Thursday, October 23, 2014

Old Bag

To follow up on the previous thought, I'm remembering being 16, and other than calling someone fat, the worst thing you could call them was old.  It didn't matter to us if someone was a decent person, they got a pass for being funny, but otherwise, there was a constant vigilance about where on the attractiveness scale each of us were.
I will add, that not only were all of us childhood recipients of unwanted sex, but also came from families where appearance was vastly more important than substance.
We grew up believing that our fuckability was the measure of our value.
The alpha female of that group is now dead, she left the wreckage of her life and a story untold, a brilliant talent suppressed.  She feared aging and at enormous cost, isn't going to be faced with it.
I remember feeling somewhere way underneath the desire to belong to a group of friends, that there was something wrong with the way we were looking at ourselves and evaluating others.  Part of it was an extreme and somewhat rebellious playing out of the messages we were getting, but there was still the pressure to comply, to knuckle under, to be good girls.
None of us had any intention of being good girls.

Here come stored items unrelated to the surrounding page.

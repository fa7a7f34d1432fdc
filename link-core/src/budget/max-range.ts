/**
 * Maximum range for a required margin (METHODS.md §10.4): the root of M(L) = M_req on [50 m, 50 km].
 */
import { findRootBrent } from '../numeric/root-finding.js';
import type { LinkDesignInput } from '../schemas/link-design.schema.js';
import { evaluateChain, resolveDesign, specificAttenuationDbPerKm } from './link-chain.js';

/** Search interval of the maximum range [m] (METHODS.md §10.4). */
export const MAX_RANGE_SEARCH_M = { lower: 50, upper: 50_000 } as const;

/** Outcome of {@link maxRange}. */
export interface MaxRangeResult {
  /**
   * `found`: the margin falls to the requirement at `rangeM`; `not-achievable`: the margin is below
   * the requirement already at 50 m (`rangeM` null); `beyond-search-limit`: the margin still meets
   * the requirement at 50 km (`rangeM` = 50 000, a lower bound).
   */
  status: 'found' | 'not-achievable' | 'beyond-search-limit';
  rangeM: number | null;
  /** link margin at `rangeM` [dB] (at 50 m when not achievable) */
  marginAtRangeDb: number;
}

/** Samples of the bracketing scan, log-spaced over the search interval (a ratio of 1.12 between neighbours). */
const SCAN_POINTS = 64;

/**
 * Longest path length at which the design still has the required margin, with the reason when
 * there is none. Everything but the range is taken from the design (visibility, Cn², probability…).
 *
 * M(L) usually falls monotonically (METHODS.md §10.4), but not always: with a central obscuration, while
 * the beam is narrower than the obscuration, widening it *raises* the captured power; and with
 * strong turbulence and a very small fade probability (e.g. Cn² = 1e-13, p = 1e-6) the fade margin
 * shrinks as the scintillation index passes its peak towards saturation, faster than the other
 * losses grow (rises of ~0.05 dB seen). So the margin is first scanned on 64 log-spaced ranges;
 * the root is then bracketed
 * between the last range that meets the requirement and the next, and refined with Brent's method.
 * For a monotone margin this is the unique root.
 *
 * @param design the link design (its own rangeM is ignored)
 * @param requiredMarginDb required link margin [dB], finite (may be negative)
 * @returns status, range [m] in [50, 50 000] or null, and the margin there [dB] (for
 *   `not-achievable`: the best margin found on the scan)
 * @see METHODS.md §10.4; Brent R.P., "Algorithms for Minimization without Derivatives" (1973), ch. 4.
 */
export function maxRange(design: LinkDesignInput, requiredMarginDb: number): MaxRangeResult {
  if (!Number.isFinite(requiredMarginDb)) throw new RangeError(`requiredMarginDb: must be a finite number (got ${String(requiredMarginDb)})`);
  const resolved = resolveDesign(design);
  const attenuation = specificAttenuationDbPerKm(resolved, resolved.visibility2PercentKm);
  const excess = (rangeM: number) => evaluateChain(resolved, rangeM, attenuation, resolved.includeScintillation).linkMarginDb - requiredMarginDb;
  const { lower, upper } = MAX_RANGE_SEARCH_M;
  const ratio = Math.pow(upper / lower, 1 / (SCAN_POINTS - 1));
  let lastMetIndex = -1;
  let lastMetRange: number = lower;
  let bestExcess = -Infinity;
  for (let i = 0; i < SCAN_POINTS; i++) {
    const rangeM = i === SCAN_POINTS - 1 ? upper : lower * Math.pow(ratio, i);
    const value = excess(rangeM);
    if (value > bestExcess) bestExcess = value;
    if (value >= 0) {
      lastMetIndex = i;
      lastMetRange = rangeM;
    }
  }
  if (lastMetIndex < 0) return { status: 'not-achievable', rangeM: null, marginAtRangeDb: bestExcess + requiredMarginDb };
  if (lastMetIndex === SCAN_POINTS - 1) return { status: 'beyond-search-limit', rangeM: upper, marginAtRangeDb: excess(upper) + requiredMarginDb };
  const nextRange = lastMetIndex + 1 === SCAN_POINTS - 1 ? upper : lower * Math.pow(ratio, lastMetIndex + 1);
  const rangeM = findRootBrent(excess, lastMetRange, nextRange, { xTolerance: 1e-6 });
  return { status: 'found', rangeM, marginAtRangeDb: excess(rangeM) + requiredMarginDb };
}

/**
 * Maximum range [m] at which the link margin still equals `requiredMarginDb`, searched on
 * [50 m, 50 km]; null when the requirement is not met even at 50 m. When the margin still meets
 * the requirement at 50 km, 50 000 is returned (use {@link maxRange} to tell the two apart).
 *
 * @param design the link design (its own rangeM is ignored)
 * @param requiredMarginDb required link margin [dB]
 * @returns range [m] in [50, 50 000], or null when not achievable
 * @see METHODS.md §10.4; {@link maxRange}.
 */
export function maxRangeM(design: LinkDesignInput, requiredMarginDb: number): number | null {
  return maxRange(design, requiredMarginDb).rangeM;
}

There was a time of promiscuity, between not knowing how to say "no", not knowing we had the right say "no" and not knowing the consequences to our sense of self by not saying "no".  This coincided with the time of drug use, a convenient way to fit in, to not look too closely at the life we were in and a general fishing expedition for love, attention, safety or direction.
Pretty silly from here, but dangerous toys in the hands of the unconscious.
You don't have to experience childhood sexual abuse to be conditioned to believe yourself to be a commodity, society will help with that.  The only person I know who escaped it was raised a staunch Catholic in a big Catholic family in a big Catholic neighborhood, and sometimes I think she just closed her eyes.
I still can hear the derision in my friend's voice as she called her mother an old bag, a woman who could not escape her circumstances, who could not protect her children, whose only refuge was in making sure that everything looked 'lovely'.
I also will never be able to get rid of the memory of my mother, about a week before one of her suicide attempts, crawling around on the floor one night, sobbing looking for a piece of a tooth that had broken off.  "You have no idea how bad it is to get old" she told me.
Well, now I have an idea of how bad it is.
I also have a great mass of gratitude for how good it is.  Old Bag?  Bring it on.